Dealing with these message-specific constants is pretty awkward, so this CL
introduces a way around that. By making each message's alignment available
through the `MessageLite*` interface, we make it possible to compute the
necessary size info on the fly, instead of requiring the Rust implementation to
store it in generated code. Luckily the existing padding inside
`MessageCreator` provided enough room to store the alignment. Although this
change is mostly for the benefit of Rust, it doesn't cost C++ anything.

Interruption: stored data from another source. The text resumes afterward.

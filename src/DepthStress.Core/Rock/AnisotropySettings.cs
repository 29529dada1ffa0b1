using DepthStress.Core.Diagnostics;

namespace DepthStress.Core.Rock;

/// <summary>What gives the stiffnesses of layered rock that sonic across the beds does not.</summary>
public enum AnisotropyModel
{
    /// <summary>Rock alike in every direction.</summary>
    Isotropic,

    /// <summary>The three-parameter shale of Schoenberg, Muir and Sayers.</summary>
    Annie,

    /// <summary>The same with two factors from core.</summary>
    ModifiedAnnie,

    /// <summary>Thomsen's three parameters.</summary>
    Thomsen,
}

/// <summary>Where the shear stiffness in the plane of the beds comes from.</summary>
public enum BedShearSource
{
    /// <summary>The Stoneley wave, in a hole nearly across the beds.</summary>
    Stoneley,

    /// <summary>The faster shear wave, in a hole oblique to the beds or along them, where it moves along the beds.</summary>
    FastShear,

    /// <summary>The slower shear wave, likewise.</summary>
    SlowShear,

    /// <summary>Thomsen's gamma.</summary>
    Gamma,
}

/// <summary>How a static stiffness follows from the dynamic one.</summary>
public enum StaticConversion
{
    /// <summary>The law for Young's modulus on both moduli, that for Poisson's ratio on both ratios.</summary>
    EachModulus,

    /// <summary>The law for Young's modulus on the vertical one, and its factor on the whole stiffness.</summary>
    WholeStiffness,
}

/// <summary>How layered rock differs along and across its beds.</summary>
public sealed record AnisotropySettings
{
    /// <summary>The model; not set is isotropic rock.</summary>
    public Setting<AnisotropyModel> Model { get; init; }

    /// <summary>Thomsen's epsilon.</summary>
    public Setting<double> Epsilon { get; init; }

    /// <summary>Thomsen's gamma.</summary>
    public Setting<double> Gamma { get; init; }

    /// <summary>Thomsen's delta.</summary>
    public Setting<double> Delta { get; init; }

    /// <summary>True when the parameters are those of pure shale and are multiplied by shale volume (common practice).</summary>
    public Setting<bool> ScaleWithShale { get; init; } = Setting.Default(false);

    /// <summary>Where C66 comes from.</summary>
    public Setting<BedShearSource> C66 { get; init; }

    /// <summary>Density of the mud the Stoneley wave ran in, kg/m3.</summary>
    public Setting<double> MudDensity { get; init; }

    /// <summary>Velocity of sound in the mud, m/s.</summary>
    public Setting<double> MudVelocity { get; init; }

    /// <summary>Factor of C11 in the modified model.</summary>
    public Setting<double> C11Factor { get; init; }

    /// <summary>C12 over C13 in the modified model.</summary>
    public Setting<double> C12Factor { get; init; }

    /// <summary>True when the velocities given are along the hole, as a tool measures them; false when they are already across the beds.</summary>
    public Setting<bool> AlongHole { get; init; } = Setting.Default(true);

    /// <summary>Which shear wave the shear log shows in an oblique hole.</summary>
    public Setting<ShearWave> ShearWave { get; init; }

    /// <summary>True when samples that the model cannot serve are taken as isotropic; false when they become missing.</summary>
    public Setting<bool> IsotropicOutside { get; init; } = Setting.Default(false);

    /// <summary>How the stiffness becomes static.</summary>
    public Setting<StaticConversion> StaticConversion { get; init; } = Setting.Default(Rock.StaticConversion.EachModulus);

    /// <summary>True when the rock is not isotropic.</summary>
    public bool IsOn => Model.IsSet && Model.Value != AnisotropyModel.Isotropic;

    /// <summary>True when C66 comes from a shear log.</summary>
    public bool NeedsShearLog => Model.Value != AnisotropyModel.Thomsen && C66 is { IsSet: true, Value: BedShearSource.FastShear or BedShearSource.SlowShear };

    /// <summary>These settings where they were decided, else those below them.</summary>
    public AnisotropySettings Over(AnisotropySettings below)
    {
        ArgumentNullException.ThrowIfNull(below);
        return new AnisotropySettings
        {
            Model = Model.Over(below.Model),
            Epsilon = Epsilon.Over(below.Epsilon),
            Gamma = Gamma.Over(below.Gamma),
            Delta = Delta.Over(below.Delta),
            ScaleWithShale = ScaleWithShale.Over(below.ScaleWithShale),
            C66 = C66.Over(below.C66),
            MudDensity = MudDensity.Over(below.MudDensity),
            MudVelocity = MudVelocity.Over(below.MudVelocity),
            C11Factor = C11Factor.Over(below.C11Factor),
            C12Factor = C12Factor.Over(below.C12Factor),
            AlongHole = AlongHole.Over(below.AlongHole),
            ShearWave = ShearWave.Over(below.ShearWave),
            IsotropicOutside = IsotropicOutside.Over(below.IsotropicOutside),
            StaticConversion = StaticConversion.Over(below.StaticConversion),
        };
    }
}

This change doesn't actually simplify the Rust implementation yet, but I will
leave that for a follow-up.
PiperOrigin-RevId: 676456011
`UntypedMapIterator::next_unchecked` currently expects to be passed a pointer
to a C++ function that it can use to dereference an iterator. However, this is
awkward because it's not natural for this C++ function to have the same
signature for every map type. Maps with a message as value need a
`MapNodeSizeInfo`, but other map types do not. We are working around this by
sometimes passing an ignored placeholder constant, but this is messy.
This CL replaces the `extern "C"` functions with closures. This way, we can
capture the `MapNodeSizeInfo` in the closure in cases where we need it, but
otherwise we no longer need to pass around placeholder values.
(Note: `MapNodeSizeInfo` is going away soon, but this is still relevant because
it will likely need to be replaced by a message default instance pointer.)
PiperOrigin-RevId: 676438640
Maps behave in a very interesting way if they are set to be implicit-presence
fields.
They present the possibility that the key or value (or both) can be the default
zero value. When that happens, access to the key or the value is unaffected. In
this case, presence is a bit of a meaningless concept. Zero keys are valid as
map indices, and if a map entry is set to zero, it just always exists.
Reflection is a little weird too.
- If you do reflection on a normal integer field and ask if a zero-valued field
exists, it will tell you that it doesn't exist. This is consistent with what
"implicit presence" means.
- If you do reflection on a zero integer field that happens to be a map key, it
will tell you that it exists. Fetching the value of map[0] is equally valid.
(Note that this is not exactly *intended*, but it's just hard to change... and
this implementation results in simpler gencode.)
I'm adding unit tests in no_field_presence_test to cover this quirk.